**INSTRUCTIONS TO FOLLOW**
Produce an exact transcript of all the records.

**RECORDS PROVIDED**
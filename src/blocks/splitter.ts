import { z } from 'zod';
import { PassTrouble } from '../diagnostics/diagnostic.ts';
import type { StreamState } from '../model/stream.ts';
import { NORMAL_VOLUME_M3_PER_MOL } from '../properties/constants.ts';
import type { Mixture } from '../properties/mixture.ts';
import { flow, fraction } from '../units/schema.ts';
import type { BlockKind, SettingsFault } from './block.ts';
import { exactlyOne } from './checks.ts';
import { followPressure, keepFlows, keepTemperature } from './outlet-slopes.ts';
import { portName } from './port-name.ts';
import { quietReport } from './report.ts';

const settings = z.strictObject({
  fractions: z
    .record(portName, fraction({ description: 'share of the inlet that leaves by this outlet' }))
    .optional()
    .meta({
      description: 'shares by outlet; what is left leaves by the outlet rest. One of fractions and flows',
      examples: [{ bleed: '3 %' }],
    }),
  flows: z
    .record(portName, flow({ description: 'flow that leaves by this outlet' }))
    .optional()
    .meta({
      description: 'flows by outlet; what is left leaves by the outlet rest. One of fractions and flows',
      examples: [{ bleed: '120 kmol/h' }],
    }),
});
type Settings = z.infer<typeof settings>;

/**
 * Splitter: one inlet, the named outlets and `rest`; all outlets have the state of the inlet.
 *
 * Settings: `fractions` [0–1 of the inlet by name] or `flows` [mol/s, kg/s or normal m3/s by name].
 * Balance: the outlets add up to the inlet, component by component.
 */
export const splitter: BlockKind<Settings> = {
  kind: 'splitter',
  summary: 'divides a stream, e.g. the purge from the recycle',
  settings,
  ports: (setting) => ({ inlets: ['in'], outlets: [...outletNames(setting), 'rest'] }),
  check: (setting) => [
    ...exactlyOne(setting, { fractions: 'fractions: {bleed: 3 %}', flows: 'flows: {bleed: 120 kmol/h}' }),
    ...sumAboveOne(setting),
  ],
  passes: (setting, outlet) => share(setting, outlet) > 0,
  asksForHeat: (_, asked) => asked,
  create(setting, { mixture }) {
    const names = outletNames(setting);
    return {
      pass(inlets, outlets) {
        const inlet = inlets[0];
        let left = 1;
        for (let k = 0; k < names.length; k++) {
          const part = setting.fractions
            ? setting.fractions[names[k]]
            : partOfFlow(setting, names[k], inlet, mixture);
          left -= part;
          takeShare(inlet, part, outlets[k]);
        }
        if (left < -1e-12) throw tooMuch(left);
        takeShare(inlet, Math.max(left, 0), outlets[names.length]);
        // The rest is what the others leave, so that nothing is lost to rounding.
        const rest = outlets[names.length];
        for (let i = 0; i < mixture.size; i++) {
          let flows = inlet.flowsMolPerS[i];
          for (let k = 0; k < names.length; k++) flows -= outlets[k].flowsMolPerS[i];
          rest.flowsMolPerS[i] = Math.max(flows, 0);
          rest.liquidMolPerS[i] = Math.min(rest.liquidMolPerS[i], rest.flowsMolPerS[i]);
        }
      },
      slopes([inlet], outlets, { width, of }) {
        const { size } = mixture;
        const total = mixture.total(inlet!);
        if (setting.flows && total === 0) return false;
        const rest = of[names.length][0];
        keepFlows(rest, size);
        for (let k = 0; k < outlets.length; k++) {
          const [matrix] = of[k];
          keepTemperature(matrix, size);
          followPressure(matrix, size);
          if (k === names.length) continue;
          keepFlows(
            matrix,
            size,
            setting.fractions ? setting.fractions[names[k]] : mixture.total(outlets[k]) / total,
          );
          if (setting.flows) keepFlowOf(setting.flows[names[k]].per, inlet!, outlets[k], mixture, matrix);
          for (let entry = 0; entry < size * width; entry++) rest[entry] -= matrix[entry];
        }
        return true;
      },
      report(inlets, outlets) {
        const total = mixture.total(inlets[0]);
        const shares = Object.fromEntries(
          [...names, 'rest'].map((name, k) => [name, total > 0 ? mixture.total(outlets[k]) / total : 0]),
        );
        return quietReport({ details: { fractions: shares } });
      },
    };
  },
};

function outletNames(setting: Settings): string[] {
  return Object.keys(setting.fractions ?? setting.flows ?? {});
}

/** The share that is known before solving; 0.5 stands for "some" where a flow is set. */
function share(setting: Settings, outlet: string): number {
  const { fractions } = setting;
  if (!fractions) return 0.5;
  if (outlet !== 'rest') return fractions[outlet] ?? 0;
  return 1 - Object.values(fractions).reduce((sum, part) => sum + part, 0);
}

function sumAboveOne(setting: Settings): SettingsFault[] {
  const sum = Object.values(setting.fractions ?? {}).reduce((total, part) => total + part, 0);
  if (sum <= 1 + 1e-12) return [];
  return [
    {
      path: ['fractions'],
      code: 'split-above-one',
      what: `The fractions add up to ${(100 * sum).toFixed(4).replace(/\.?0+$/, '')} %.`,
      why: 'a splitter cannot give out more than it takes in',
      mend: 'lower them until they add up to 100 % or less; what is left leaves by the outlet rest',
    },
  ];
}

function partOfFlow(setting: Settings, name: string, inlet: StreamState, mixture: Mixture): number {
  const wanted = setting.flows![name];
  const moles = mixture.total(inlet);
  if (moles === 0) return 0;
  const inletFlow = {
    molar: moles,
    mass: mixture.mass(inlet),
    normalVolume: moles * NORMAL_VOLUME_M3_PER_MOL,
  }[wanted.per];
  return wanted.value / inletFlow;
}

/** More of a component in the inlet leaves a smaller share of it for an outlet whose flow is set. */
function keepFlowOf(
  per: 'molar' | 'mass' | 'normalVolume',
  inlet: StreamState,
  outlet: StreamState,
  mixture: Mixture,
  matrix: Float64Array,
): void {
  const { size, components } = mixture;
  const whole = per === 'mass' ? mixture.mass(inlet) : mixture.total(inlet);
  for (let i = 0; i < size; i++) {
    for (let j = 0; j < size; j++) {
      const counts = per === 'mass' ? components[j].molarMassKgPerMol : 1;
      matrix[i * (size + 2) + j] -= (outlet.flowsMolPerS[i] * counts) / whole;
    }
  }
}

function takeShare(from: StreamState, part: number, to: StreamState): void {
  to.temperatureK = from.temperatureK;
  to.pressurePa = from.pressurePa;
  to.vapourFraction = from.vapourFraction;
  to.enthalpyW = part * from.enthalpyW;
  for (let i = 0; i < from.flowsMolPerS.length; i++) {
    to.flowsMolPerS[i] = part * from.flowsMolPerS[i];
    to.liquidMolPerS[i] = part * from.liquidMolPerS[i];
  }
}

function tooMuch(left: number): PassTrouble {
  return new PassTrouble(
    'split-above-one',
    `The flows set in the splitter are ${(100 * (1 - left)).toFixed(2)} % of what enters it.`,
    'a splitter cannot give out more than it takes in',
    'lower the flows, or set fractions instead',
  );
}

**SOLUTION FOR THIS TASK**
filename src/blocks/splitter.ts
import { z } from 'zod';
import { PassTrouble } from '../diagnostics/diagnostic.ts';
import type { StreamState } from '../model/stream.ts';
import { NORMAL_VOLUME_M3_PER_MOL } from '../properties/constants.ts';
import type { Mixture } from '../properties/mixture.ts';
import { flow, fraction } from '../units/schema.ts';
import type { BlockKind, SettingsFault } from './block.ts';
import { exactlyOne } from './checks.ts';
import { followPressure, keepFlows, keepTemperature } from './outlet-slopes.ts';
import { portName } from './port-name.ts';
import { quietReport } from './report.ts';

const settings = z.strictObject({
  fractions: z
    .record(portName, fraction({ description: 'share of the inlet that leaves by this outlet' }))
    .optional()
    .meta({
      description: 'shares by outlet; what is left leaves by the outlet rest. One of fractions and flows',
      examples: [{ bleed: '3 %' }],
    }),
  flows: z
    .record(portName, flow({ description: 'flow that leaves by this outlet' }))
    .optional()
    .meta({
      description: 'flows by outlet; what is left leaves by the outlet rest. One of fractions and flows',
      examples: [{ bleed: '120 kmol/h' }],
    }),
});
type Settings = z.infer<typeof settings>;

/**
 * Splitter: one inlet, the named outlets and `rest`; all outlets have the state of the inlet.
 *
 * Settings: `fractions` [0–1 of the inlet by name] or `flows` [mol/s, kg/s or normal m3/s by name].
 * Balance: the outlets add up to the inlet, component by component.
 */
export const splitter: BlockKind<Settings> = {
  kind: 'splitter',
  summary: 'divides a stream, e.g. the purge from the recycle',
  settings,
  ports: (setting) => ({ inlets: ['in'], outlets: [...outletNames(setting), 'rest'] }),
  check: (setting) => [
    ...exactlyOne(setting, { fractions: 'fractions: {bleed: 3 %}', flows: 'flows: {bleed: 120 kmol/h}' }),
    ...sumAboveOne(setting),
  ],
  passes: (setting, outlet) => share(setting, outlet) > 0,
  asksForHeat: (_, asked) => asked,
  create(setting, { mixture }) {
    const names = outletNames(setting);
    return {
      pass(inlets, outlets) {
        const inlet = inlets[0];
        let left = 1;
        for (let k = 0; k < names.length; k++) {
          const part = setting.fractions
            ? setting.fractions[names[k]]
            : partOfFlow(setting, names[k], inlet, mixture);
          left -= part;
          takeShare(inlet, part, outlets[k]);
        }
        if (left < -1e-12) throw tooMuch(left);
        takeShare(inlet, Math.max(left, 0), outlets[names.length]);
        // The rest is what the others leave, so that nothing is lost to rounding.
        const rest = outlets[names.length];
        for (let i = 0; i < mixture.size; i++) {
          let flows = inlet.flowsMolPerS[i];
          for (let k = 0; k < names.length; k++) flows -= outlets[k].flowsMolPerS[i];
          rest.flowsMolPerS[i] = Math.max(flows, 0);
          rest.liquidMolPerS[i] = Math.min(rest.liquidMolPerS[i], rest.flowsMolPerS[i]);
        }
      },
      slopes([inlet], outlets, { width, of }) {
        const { size } = mixture;
        const total = mixture.total(inlet!);
        if (setting.flows && total === 0) return false;
        const rest = of[names.length][0];
        keepFlows(rest, size);
        for (let k = 0; k < outlets.length; k++) {
          const [matrix] = of[k];
          keepTemperature(matrix, size);
          followPressure(matrix, size);
          if (k === names.length) continue;
          keepFlows(
            matrix,
            size,
            setting.fractions ? setting.fractions[names[k]] : mixture.total(outlets[k]) / total,
          );
          if (setting.flows) keepFlowOf(setting.flows[names[k]].per, inlet!, outlets[k], mixture, matrix);
          for (let entry = 0; entry < size * width; entry++) rest[entry] -= matrix[entry];
        }
        return true;
      },
      report(inlets, outlets) {
        const total = mixture.total(inlets[0]);
        const shares = Object.fromEntries(
          [...names, 'rest'].map((name, k) => [name, total > 0 ? mixture.total(outlets[k]) / total : 0]),
        );
        return quietReport({ details: { fractions: shares } });
      },
    };
  },
};

function outletNames(setting: Settings): string[] {
  return Object.keys(setting.fractions ?? setting.flows ?? {});
}

/** The share that is known before solving; 0.5 stands for "some" where a flow is set. */
function share(setting: Settings, outlet: string): number {
  const { fractions } = setting;
  if (!fractions) return 0.5;
  if (outlet !== 'rest') return fractions[outlet] ?? 0;
  return 1 - Object.values(fractions).reduce((sum, part) => sum + part, 0);
}

function sumAboveOne(setting: Settings): SettingsFault[] {
  const sum = Object.values(setting.fractions ?? {}).reduce((total, part) => total + part, 0);
  if (sum <= 1 + 1e-12) return [];
  return [
    {
      path: ['fractions'],
      code: 'split-above-one',
      what: `The fractions add up to ${(100 * sum).toFixed(4).replace(/\.?0+$/, '')} %.`,
      why: 'a splitter cannot give out more than it takes in',
      mend: 'lower them until they add up to 100 % or less; what is left leaves by the outlet rest',
    },
  ];
}

function partOfFlow(setting: Settings, name: string, inlet: StreamState, mixture: Mixture): number {
  const wanted = setting.flows![name];
  const moles = mixture.total(inlet);
  if (moles === 0) return 0;
  const inletFlow = {
    molar: moles,
    mass: mixture.mass(inlet),
    normalVolume: moles * NORMAL_VOLUME_M3_PER_MOL,
  }[wanted.per];
  return wanted.value / inletFlow;
}

/** More of a component in the inlet leaves a smaller share of it for an outlet whose flow is set. */
function keepFlowOf(
  per: 'molar' | 'mass' | 'normalVolume',
  inlet: StreamState,
  outlet: StreamState,
  mixture: Mixture,
  matrix: Float64Array,
): void {
  const { size, components } = mixture;
  const whole = per === 'mass' ? mixture.mass(inlet) : mixture.total(inlet);
  for (let i = 0; i < size; i++) {
    for (let j = 0; j < size; j++) {
      const counts = per === 'mass' ? components[j].molarMassKgPerMol : 1;
      matrix[i * (size + 2) + j] -= (outlet.flowsMolPerS[i] * counts) / whole;
    }
  }
}

function takeShare(from: StreamState, part: number, to: StreamState): void {
  to.temperatureK = from.temperatureK;
  to.pressurePa = from.pressurePa;
  to.vapourFraction = from.vapourFraction;
  to.enthalpyW = part * from.enthalpyW;
  for (let i = 0; i < from.flowsMolPerS.length; i++) {
    to.flowsMolPerS[i] = part * from.flowsMolPerS[i];
    to.liquidMolPerS[i] = part * from.liquidMolPerS[i];
  }
}

function tooMuch(left: number): PassTrouble {
  return new PassTrouble(
    'split-above-one',
    `The flows set in the splitter are ${(100 * (1 - left)).toFixed(2)} % of what enters it.`,
    'a splitter cannot give out more than it takes in',
    'lower the flows, or set fractions instead',
  );
}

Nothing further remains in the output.